Postawa+plecy=problem
Kto stylowo siedzi na rowerze wyścigowym, wymaga wiele od kręgosłupa i mięśni pleców. Przeczytajcie, jak sprawić, by plecy lepiej wytrzymywały obciążenia, zanim ból zepsuje wam całą przyjemność z uprawiania sportu. Sportowcom wytrzymałościowym można pozazdrościć. Mają ciała smukłe, umięśnione, wytrenowane aż do ostatniego włókna. Takie przynajmniej odnosi się wrażenie, widząc sportowców w akcji. Gdy jednak profesjonalni kolarze odsłaniają górną część ciała, oglądającego ogarnia raczej współczucie niż podziw. Ramiona wiszą do przodu, pierś wydaje się być szczupła, plecy krzywe, jakby ich właściciel ciągle pozostawał w pozycji pochylonej. Jak jazda na rowerze wpływa na krzyż, można zaobserwować u wszystkich kolarzy, którzy siedzą w poczekalniach lekarzy ortopedów. Ciągle walczą z tymi samymi symptomami. Każdy lekarz powie: „Mięśnie karku są napięte, w obrębie szyi i kręgów lędźwiowych odczuwalne bóle. Pacjenci często nie mogą się swobodnie poruszać, odczuwając przy tym ból”. Dodają: „Na szczęście rzadko pojawiają się poważniejsze symptomy, takie jak promieniowanie bólu aż do nóg i rąk.
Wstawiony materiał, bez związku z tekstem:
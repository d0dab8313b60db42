// Newton–Raphson for a maximum of a smooth log-likelihood in a handful of
// parameters, with the safeguards a censored likelihood needs:
// - where -H is not positive definite (far from the maximum), a
//   Levenberg-style damping τ·diag is added until it is, so every step goes
//   uphill;
// - each step is capped in its largest component (MAX_STEP, in the
//   standardised units of the caller's parameters): a trust region against
//   the overshoot a flat censored likelihood invites;
// - a backtracking line search halves the step until the Armijo condition
//   ℓ(θ + αδ) >= ℓ(θ) + 1e-4 α g'δ holds.
// Convergence rule: once the Newton decrement g'(-H)⁻¹g, at a point where
// -H is positive definite, is at most 1e-10 (the maximum is within about
// 1e-5 standard errors in every direction), one final full Newton step is
// taken without line search — in that region convergence is quadratic, so
// it leaves the estimates within about 1e-10 standard errors — and the
// derivatives are recomputed there for the covariance. When no step can
// raise the computed log-likelihood any more and the decrement is already
// below 1e-8, the remaining gain is below the rounding of the sum and the
// point is accepted as converged too (after the same final step).
import { cholesky, choleskySolve } from './small-matrix.ts';

export interface Objective {
  dimension: number;
  value(theta: Float64Array): number;
  /** Value, gradient and Hessian (row-major, dimension²). */
  derivatives(theta: Float64Array): Derivatives;
}

export interface Derivatives {
  value: number;
  gradient: Float64Array;
  hessian: Float64Array;
}

export type NewtonStop = 'iteration_limit' | 'no_ascent' | 'information_singular';

export interface NewtonOutcome {
  converged: boolean;
  reason: NewtonStop | null;
  iterations: number;
  theta: Float64Array;
  at: Derivatives;
  /** Cholesky factor of -H at theta; null unless converged. */
  information: Float64Array | null;
  decrement: number;
}

export const DECREMENT_TOLERANCE = 1e-10;
export const ROUNDING_DECREMENT = 1e-8;
export const MAX_STEP = 5;
const ARMIJO = 1e-4;
const MAX_HALVINGS = 40;

export const NEWTON_RULE = `Newton–Raphson with analytic derivatives; converged when the Newton decrement g'(-H)⁻¹g is at most ${DECREMENT_TOLERANCE} with -H positive definite (or at most ${ROUNDING_DECREMENT} when no step can raise the computed log-likelihood further), after which one full Newton step is taken; steps damped where -H is not positive definite, capped at ${MAX_STEP} in the largest standardised component, and halved until the log-likelihood rises (Armijo)`;

/** -H, damped when needed, factorised. */
function ascentFactor(hessian: Float64Array, m: number): { factor: Float64Array; damped: boolean } | null {
  const minus = hessian.map((v) => -v);
  const exact = cholesky(minus, m);
  if (exact) return { factor: exact, damped: false };
  let largest = 0;
  for (let j = 0; j < m; j++) largest = Math.max(largest, Math.abs(minus[j * m + j]));
  if (!Number.isFinite(largest)) return null;
  const floor = Math.max(largest, 1) * 1e-8;
  for (let tau = 1e-6; tau < 1e12; tau *= 10) {
    const damped = Float64Array.from(minus);
    for (let j = 0; j < m; j++) damped[j * m + j] += tau * Math.max(Math.abs(minus[j * m + j]), floor);
    const factor = cholesky(damped, m);
    if (factor) return { factor, damped: true };
  }
  return null;
}

function dot(a: ArrayLike<number>, b: ArrayLike<number>): number {
  let s = 0;
  for (let i = 0; i < a.length; i++) s += a[i] * b[i];
  return s;
}

export function maximiseByNewton(objective: Objective, start: Float64Array, maxIterations: number): NewtonOutcome {
  const m = objective.dimension;
  let theta: Float64Array = Float64Array.from(start);
  let at = objective.derivatives(theta);
  const stop = (reason: NewtonStop, iterations: number, decrement: number): NewtonOutcome =>
    ({ converged: false, reason, iterations, theta, at, information: null, decrement });
  // The final full Newton step: kept unless it lowers the log-likelihood by
  // more than its rounding, with the information recomputed where it lands.
  const finish = (iteration: number, step: Float64Array, factor: Float64Array, decrement: number): NewtonOutcome => {
    const trial = theta.map((v, j) => v + step[j]);
    const there = objective.derivatives(trial);
    if (Number.isFinite(there.value) && there.value >= at.value - 1e-12 * Math.max(1, Math.abs(at.value))) {
      const information = cholesky(there.hessian.map((v) => -v), m);
      if (information) {
        const last = dot(there.gradient, choleskySolve(information, m, there.gradient));
        return { converged: true, reason: null, iterations: iteration + 1, theta: trial, at: there, information, decrement: last };
      }
    }
    return { converged: true, reason: null, iterations: iteration, theta, at, information: factor, decrement };
  };
  if (!Number.isFinite(at.value)) return stop('no_ascent', 0, Number.NaN);
  for (let iteration = 0; ; iteration++) {
    const ascent = ascentFactor(at.hessian, m);
    if (!ascent || at.gradient.some((g) => !Number.isFinite(g))) return stop('information_singular', iteration, Number.NaN);
    const step = choleskySolve(ascent.factor, m, at.gradient);
    const decrement = dot(at.gradient, step);
    if (!ascent.damped && decrement <= DECREMENT_TOLERANCE) return finish(iteration, step, ascent.factor, decrement);
    if (ascent.damped && decrement <= DECREMENT_TOLERANCE) return stop('information_singular', iteration, decrement);
    if (iteration >= maxIterations) return stop('iteration_limit', iteration, decrement);
    let largest = 0;
    for (let j = 0; j < m; j++) largest = Math.max(largest, Math.abs(step[j]));
    if (largest > MAX_STEP) for (let j = 0; j < m; j++) step[j] *= MAX_STEP / largest;
    const slope = dot(at.gradient, step);
    // The full step is usually accepted, so it is evaluated with its
    // derivatives at once (one pass over the rows instead of two); shorter
    // steps need only the value until one is accepted.
    let alpha = 1;
    let accepted: Float64Array | null = null;
    let acceptedAt: Derivatives | null = null;
    for (let k = 0; k < MAX_HALVINGS; k++, alpha /= 2) {
      const trial = theta.map((v, j) => v + alpha * step[j]);
      const full = k === 0 ? objective.derivatives(trial) : null;
      const value = full ? full.value : objective.value(trial);
      if (Number.isFinite(value) && value >= at.value + ARMIJO * alpha * slope) {
        accepted = trial;
        acceptedAt = full;
        break;
      }
    }
    if (!accepted) {
      if (!ascent.damped && decrement <= ROUNDING_DECREMENT) return finish(iteration, step, ascent.factor, decrement);
      return stop('no_ascent', iteration, decrement);
    }
    theta = accepted;
    at = acceptedAt ?? objective.derivatives(theta);
  }
}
Bóle pleców mogą jednak wywoływać również bóle głowy i zaburzenia snu”.
Rwie i wyniszcza
Dlaczego plecy stają się tak łatwo strefą problemów? Można wymienić dwie główne przyczyny: muskulatura pleców i kręgosłup. Mięśnie pleców muszą działać jako przeciwwaga siły nóg, stabilizować tułów. Właśnie on atakowany jest przez wiele dynamicznych sił mających źródła w ramionach, barkach i biodrach, szczególnie przy jeździe na stojąco lub przy jeździe na niskich biegach. Bez tej pracy siły przeciwdziałające wykręcają tułów we wszystkie możliwe strony, przechylają i huśtają. Wyraźnie widoczne jest to w spinningu (rower stacjonarny), gdy źle wytrenowani sportowcy często gwałtownie podskakują w siodełku. Ale nawet osobom, które dobrze trenują, nie wystarcza siła pleców i brzucha, by zaoferować nogom wsparcie przez wiele godzin. Jeśli mięśnie tułowia są po jakimś czasie zmęczone i zakwaszone, wstrząsają bezlitośnie chrząstkami międzykręgowymi, więzadłami, stawami kręgowymi i innymi wrażliwymi strukturami. Również kark, ramiona i ręce będą stopniowo coraz bardziej cierpieć. Szczególnie duże jest niebezpieczeństwo napięć, ponieważ mięśnie pleców na rowerze pracują statycznie. Napinają się bez kurczenia i przerw pomiędzy, jak na przykład mięśnie nóg w czasie obrotu korby. Drugi problem to ułożenie kręgosłupa w trakcie jazdy na rowerze. Normalnie wygina się on do podwójnego S – część szyjna i lędźwiowa kręgosłupa tworzą delikatny łuk do przodu, kręgi piersiowe i kość ogonowa do tyłu. W ten sposób kręgosłup, podobnie jak element resoru, może łagodzić uderzenia w kierunku pionowym. Jeśli kolarz nachyla się głęboko nad kierownicą, kręgosłup traci swoje podwójne wygięcie i zakreśla już tylko jeden duży łuk od kości ogonowej do szyi. W związku z tym każde uderzenie dosięga bezpośrednio kręgosłupa, wibracje przedostają się prawie nietłumione do ramion i głowy. Tu znowu mięśnie karku muszą podczas jazdy napinać się w górę i wyginać kręgi szyjne mocno do tyłu, w przeciwnym razie kolarz nie ogarniałby wzrokiem trasy. Obie te rzeczy obciążają szyję i ramiona.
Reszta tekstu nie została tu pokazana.